5. La commune de Forest transmet ce procès-verbal au fonctionnaire sanctionnateur de la partie adverse par un courrier reçu le 8 août 2018.
6. Le 18 septembre 2018, le Procureur du Roi décide de ne pas poursuivre l’auteur présumé de l’infraction constatée.
7. Le 20 novembre 2018, la partie requérante réalise la vente de l’appartement situé au rez-de-chaussée.
8. Le 4 janvier 2019, le fonctionnaire sanctionnateur de la partie adverse informe la commune qu’il entame la phase d’instruction de la procédure d’amende administrative à la charge de la partie requérante et des autres personnes mentionnées dans le procès-verbal précité, qu’il estime l’amende administrative applicable entre 250 et 4.000 euros et qu’il invite la partie requérante à présenter ses moyens de défense dans un délai de 30 jours.
9. Par un courrier du 14 janvier 2019, le conseil de la partie requérante conteste l’infraction.

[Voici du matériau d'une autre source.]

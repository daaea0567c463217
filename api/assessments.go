package api

import (
	"bytes"
	"context"
	"crypto/sha256"
	"encoding/hex"
	"net/http"
	"strings"

	"ridgehop/internal/assess"
	"ridgehop/internal/drawing"
	"ridgehop/internal/store"
)

// CreateAssessment judges a link and keeps the answer.
func (h *handlers) CreateAssessment(ctx context.Context, request CreateAssessmentRequestObject) (CreateAssessmentResponseObject, error) {
	id, kept, err := h.judged(ctx, request.Body.Asked())
	if err != nil {
		return nil, err
	}
	return content{status: http.StatusCreated, kind: "application/json", body: kept, location: selfLink(id)}, nil
}

// judged judges a link, keeps the answer, and returns its id and the answer
// that is kept.
func (h *handlers) judged(ctx context.Context, request assess.Request) (id string, kept []byte, err error) {
	judged, err := h.Assessor.Assess(ctx, request)
	if err != nil {
		return "", nil, err
	}
	answer, err := Encode(Answer(judged, false))
	if err != nil {
		return "", nil, err
	}
	record, err := judged.Record()
	if err != nil {
		return "", nil, err
	}
	kept, err = h.Keeper.KeepAssessment(ctx, store.Assessment{ID: judged.ID, Answer: answer, Record: record})
	if err != nil {
		return "", nil, err
	}
	h.Metrics.Assessment(string(judged.Judgement.Verdict))
	return judged.ID, kept, nil
}

// GetAssessment gives an assessment as it was first given, and says where it
// is stale.
func (h *handlers) GetAssessment(ctx context.Context, request GetAssessmentRequestObject) (GetAssessmentResponseObject, error) {
	include := request.Params.Include
	if include != nil && *include != GetAssessmentParamsIncludeSamples {
		return nil, badRequest.problem("include is %q; it may be samples.", string(*include))
	}
	kept, err := h.Keeper.Assessment(ctx, request.Id)
	if err != nil {
		return nil, err
	}
	out := content{status: http.StatusOK, kind: "application/json", body: kept.Answer, known: request.Params.IfNoneMatch}
	judged, err := assess.FromRecord(kept.Record)
	if err != nil && include == nil {
		h.Log.Warn("the record of an assessment cannot be read", "assessment", request.Id, "error", err)
		return out, nil // the answer itself stays readable
	}
	if err != nil {
		return nil, err
	}
	more := additions{StaleBecause: h.staleBecause(ctx, judged)}
	if include != nil {
		more.Samples = samplesOf(judged)
	}
	out.body, err = more.to(kept.Answer)
	return out, err
}

// GetAssessmentSVG draws an assessment.
func (h *handlers) GetAssessmentSVG(ctx context.Context, request GetAssessmentSVGRequestObject) (GetAssessmentSVGResponseObject, error) {
	kept, err := h.Keeper.Assessment(ctx, request.Id)
	if err != nil {
		return nil, err
	}
	judged, err := assess.FromRecord(kept.Record)
	if err != nil {
		return nil, err
	}
	var picture bytes.Buffer
	if err := drawing.SVG(&picture, judged); err != nil {
		return nil, err
	}
	return content{
		status: http.StatusOK, kind: "image/svg+xml", body: picture.Bytes(), known: request.Params.IfNoneMatch,
		file: judged.ID + ".svg",
	}, nil
}

// content is an answer of ready bytes, with an ETag that names them.
type content struct {
	status   int
	kind     string
	body     []byte
	location string
	file     string
	known    *string // the caller's If-None-Match
}

// etag is the strong tag of the body.
func (c content) etag() string {
	sum := sha256.Sum256(c.body)
	return `"` + hex.EncodeToString(sum[:12]) + `"`
}

func (c content) write(w http.ResponseWriter) error {
	etag := c.etag()
	w.Header().Set("ETag", etag)
	w.Header().Set("Cache-Control", "no-cache") // keep, but ask whether it still holds
	if c.location != "" {
		w.Header().Set("Location", c.location)
	}
	if c.known != nil && matches(*c.known, etag) {
		w.WriteHeader(http.StatusNotModified)
		return nil
	}
	if c.file != "" {
		w.Header().Set("Content-Disposition", `inline; filename="`+c.file+`"`)
	}
	w.Header().Set("Content-Type", c.kind)
	w.WriteHeader(c.status)
	_, err := w.Write(c.body)
	return err
}

// matches compares an If-None-Match with an ETag, weakly (RFC 9110 13.1.2).
func matches(known, etag string) bool {
	for candidate := range strings.SplitSeq(known, ",") {
		candidate = strings.TrimPrefix(strings.TrimSpace(candidate), "W/")
		if candidate == etag || candidate == "*" {
			return true
		}
	}
	return false
}

// VisitCreateAssessmentResponse implements CreateAssessmentResponseObject.
func (c content) VisitCreateAssessmentResponse(w http.ResponseWriter) error { return c.write(w) }

// VisitGetAssessmentResponse implements GetAssessmentResponseObject.
func (c content) VisitGetAssessmentResponse(w http.ResponseWriter) error { return c.write(w) }

// VisitGetAssessmentSVGResponse implements GetAssessmentSVGResponseObject.
func (c content) VisitGetAssessmentSVGResponse(w http.ResponseWriter) error { return c.write(w) }
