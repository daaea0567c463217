package api

import "ridgehop/internal/assess"

// The figures of the radio half go out with these decimals.
const (
	levelDecimals   = 2
	angleDecimals   = 4
	percentDecimals = 7
)

// radioReport is the radio half of an assessment as the contract says it.
func radioReport(a *assess.Assessment) *RadioReport {
	r := &a.Radio.Report
	out := &RadioReport{
		Meets: r.Meets, Reasons: notes(r.Reasons), Warnings: notes(r.Warnings), Missing: notes(r.Missing),
		AToB: budget(&r.AToB), BToA: budget(&r.BToA), Availability: availability(&r.Availability),
		Aim: AimReport{
			A: endAim(&r.Aim.A, a.Radio.DeclinationADeg),
			B: endAim(&r.Aim.B, a.Radio.DeclinationBDeg),
		},
		Neighbours:     []NeighbourReport{},
		Exposure:       ExposureReport{A: exposure(r.ExposureA), B: exposure(r.ExposureB)},
		ClimateSources: []Text{},
	}
	out.ClimateSources = append(out.ClimateSources, a.Request.Radio.Climate.Sources...)
	if a.Request.Radio.Choose {
		out.Choice = choice(&r.Choice)
	}
	for i := range r.Neighbours {
		n := &r.Neighbours[i]
		out.Neighbours = append(out.Neighbours, NeighbourReport{Name: n.Name, Given: *heard(&n.Given), Least: heard(n.Least), Narrow: heard(n.Narrow)})
	}
	return out
}

func notes(statements []assess.Statement) []Note {
	out := make([]Note, len(statements))
	for i, s := range statements {
		out[i] = Note{Code: s.Code, Detail: s.Detail}
	}
	return out
}

func level(v float64) *float64   { return figure(v, levelDecimals) }
func angle(v float64) *float64   { return figure(v, angleDecimals) }
func percent(v float64) *float64 { return figure(v, percentDecimals) }

func budget(b *assess.Budget) Budget {
	out := Budget{
		Lines: []BudgetLine{}, Margins: []Margin{},
		ReceivedDbm: level(b.ReceivedDBM), EirpDbm: level(b.EIRPDBM), ConductedDbm: level(b.ConductedDBM),
		Best: b.Best, Target: b.Target, TargetMarginDb: level(b.TargetMarginDB),
		Overload: Overload{
			MaxInputDbm: b.Overload.MaxInputDBM, ExcessDb: level(b.Overload.ExcessDB),
			AttenuationDb: level(b.Overload.AttenuationDB), EnhancementDb: level(b.Overload.EnhancementDB),
			EnhancementAtMost: b.Overload.EnhancementAtMost,
		},
	}
	for _, l := range b.Lines {
		// With more decimals than the level, so that the lines still add up to it.
		out.Lines = append(out.Lines, BudgetLine{Code: l.Code, Value: round(l.ValueDB, 4), Unit: BudgetLineUnit(l.Unit), Source: l.Source})
	}
	for _, m := range b.Margins {
		out.Margins = append(out.Margins, Margin{
			Modulation: m.Modulation, CapacityMbps: m.CapacityMbps, ThresholdDbm: round(m.ThresholdDBM, levelDecimals),
			LevelDbm: level(m.LevelDBM), MarginDb: level(m.MarginDB), Usable: m.Usable,
		})
	}
	return out
}

func availability(a *assess.Availability) Availability {
	out := Availability{
		MultipathMethod: a.Multipath, OccurrencePercent: percent(a.OccurrencePercent),
		RainMethod: a.Rain, RainEdition: int32(a.RainEdition),
		AToB: outage(&a.AToB), BToA: outage(&a.BToA), Both: outage(&a.Both), Modulations: []ModulationAvailability{},
	}
	for _, m := range a.Modulations {
		out.Modulations = append(out.Modulations, ModulationAvailability{
			Modulation: m.Modulation, MarginDb: level(m.MarginDB), AvailabilityAnnualPercent: percent(m.AvailabilityAnnualPercent),
			Bound: ModulationAvailabilityBound(boundWord(string(m.Bound))),
		})
	}
	return out
}

func outage(o *assess.Outage) Outage {
	return Outage{
		Known: o.Known, MarginDb: level(o.MarginDB),
		MultipathWorstMonthPercent: percent(o.MultipathWorstMonthPercent), MultipathAnnualPercent: percent(o.MultipathAnnualPercent),
		RainWorstMonthPercent: percent(o.RainWorstMonthPercent), RainAnnualPercent: percent(o.RainAnnualPercent),
		Bound:                  OutageBound(boundWord(string(o.RainBound))),
		TotalWorstMonthPercent: percent(o.TotalWorstMonthPercent), TotalAnnualPercent: percent(o.TotalAnnualPercent),
		AvailabilityWorstMonthPercent: percent(o.AvailabilityWorstMonthPercent), AvailabilityAnnualPercent: percent(o.AvailabilityAnnualPercent),
		MinutesAnnual: level(o.MinutesAnnual),
	}
}

func boundWord(bound string) string {
	if bound == "" {
		return string(OutageBoundExact)
	}
	return bound
}

func endAim(a *assess.EndAim, declinationDeg float64) EndAim {
	return EndAim{
		AzimuthDeg: figure(a.AzimuthDeg, 6), MagneticAzimuthDeg: figure(a.MagneticAzimuthDeg, 1), DeclinationDeg: figure(declinationDeg, 2),
		TiltDeg: angle(a.TiltDeg), AimAzimuthDeg: angle(a.AimAzimuthDeg), AimTiltDeg: angle(a.AimTiltDeg),
		OffAzimuthDeg: angle(a.OffAzimuthDeg), OffElevationDeg: angle(a.OffElevationDeg),
		Covered: a.Covered, MissAzimuthDeg: angle(a.MissAzimuthDeg), MissElevationDeg: angle(a.MissElevationDeg), LossDb: level(a.LossDB),
		BeamWidthM: figure(a.WidthM, 1), BeamHeightM: figure(a.HeightM, 1),
		HalfPowerAzimuthDeg: angle(a.HalfPowerAzimuthDeg), HalfPowerElevationDeg: angle(a.HalfPowerElevationDeg),
		OneDegreeAzimuthDb: level(a.OneDegreeAzimuthDB), OneDegreeElevationDb: level(a.OneDegreeElevationDB),
		Sway1dbDeg: angle(a.Sway1DBDeg), Sway3dbDeg: angle(a.Sway3DBDeg),
	}
}

func choice(c *assess.Choice) *Choice {
	out := &Choice{
		WithAvailability: c.WithAvailability, Least: option(c.Same), LeastAtA: option(c.AloneA), LeastAtB: option(c.AloneB), Narrow: option(c.Narrow),
		ShortDb: level(c.ShortDB), Missing: notes(c.Missing),
		Polarisation: PolarisationAdvice{
			RainVerticalDb: level(c.Polarisation.RainVerticalDB), RainHorizontalDb: level(c.Polarisation.RainHorizontalDB),
			VerticalNeighbours: int32(c.Polarisation.VerticalNeighbours), HorizontalNeighbours: int32(c.Polarisation.HorizontalNeighbours),
			Advice: c.Polarisation.Advice, Detail: c.Polarisation.Detail,
		},
	}
	if c.Narrow != nil {
		out.Spared = &SparedReport{
			A: Spared{MadeDb: level(c.SparedA.MadeDB), HeardDb: level(c.SparedA.HeardDB)},
			B: Spared{MadeDb: level(c.SparedB.MadeDB), HeardDb: level(c.SparedB.HeardDB)},
		}
	}
	return out
}

func option(o *assess.Option) *Option {
	if o == nil {
		return nil
	}
	return &Option{A: endOption(&o.A), B: endOption(&o.B)}
}

func endOption(o *assess.EndOption) EndOption {
	return EndOption{
		Antenna: o.Antenna.Name, Class: string(o.Antenna.Class), GainDbi: round(o.Antenna.GainDBI, levelDecimals),
		PowerDbm: round(o.PowerDBM, levelDecimals), AttenuatorDb: o.AttenuatorDB, EirpDbm: round(o.EIRPDBM, levelDecimals),
		ReceivedDbm: level(o.ReceivedDBM), MarginDb: level(o.MarginDB),
	}
}

func heard(h *assess.Heard) *Heard {
	if h == nil {
		return nil
	}
	return &Heard{FromA: heardEnd(h.A), FromB: heardEnd(h.B)}
}

func heardEnd(h assess.HeardEnd) HeardEnd {
	return HeardEnd{InBeam: h.InBeam, GainDbi: level(h.GainDBI), LevelDbm: level(h.LevelDBM)}
}

func exposure(e assess.Exposure) Exposure {
	return Exposure{EirpDbm: level(e.EIRPDBM), PublicWM2: level(e.PublicWM2), DistanceM: level(e.DistanceM), Source: e.Source}
}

Après avoir rappelé notamment que l’administration communale avait indiqué que l’utilisation légale de l’immeuble est un immeuble à appartements comprenant 5 logements, il expose que le procès-verbal intervient alors que l’examen de la demande de permis de régularisation des infractions constatées est en cours ce qui contrevient à divers principes de droit administratif dont celui de minutie et de légitime confiance et il conteste le caractère prétendu non-conforme de la publicité en « ce qu’il était impossible de déterminer, au moment où elle fut émise, que les renseignements transmis étaient inexacts ».
10. Le fonctionnaire sanctionnateur en accuse réception le 31 janvier 2019, estime que les moyens de défense sont recevables et qu’il communiquera sa décision conformément aux articles 313/5 à 313/7 du CoBAT.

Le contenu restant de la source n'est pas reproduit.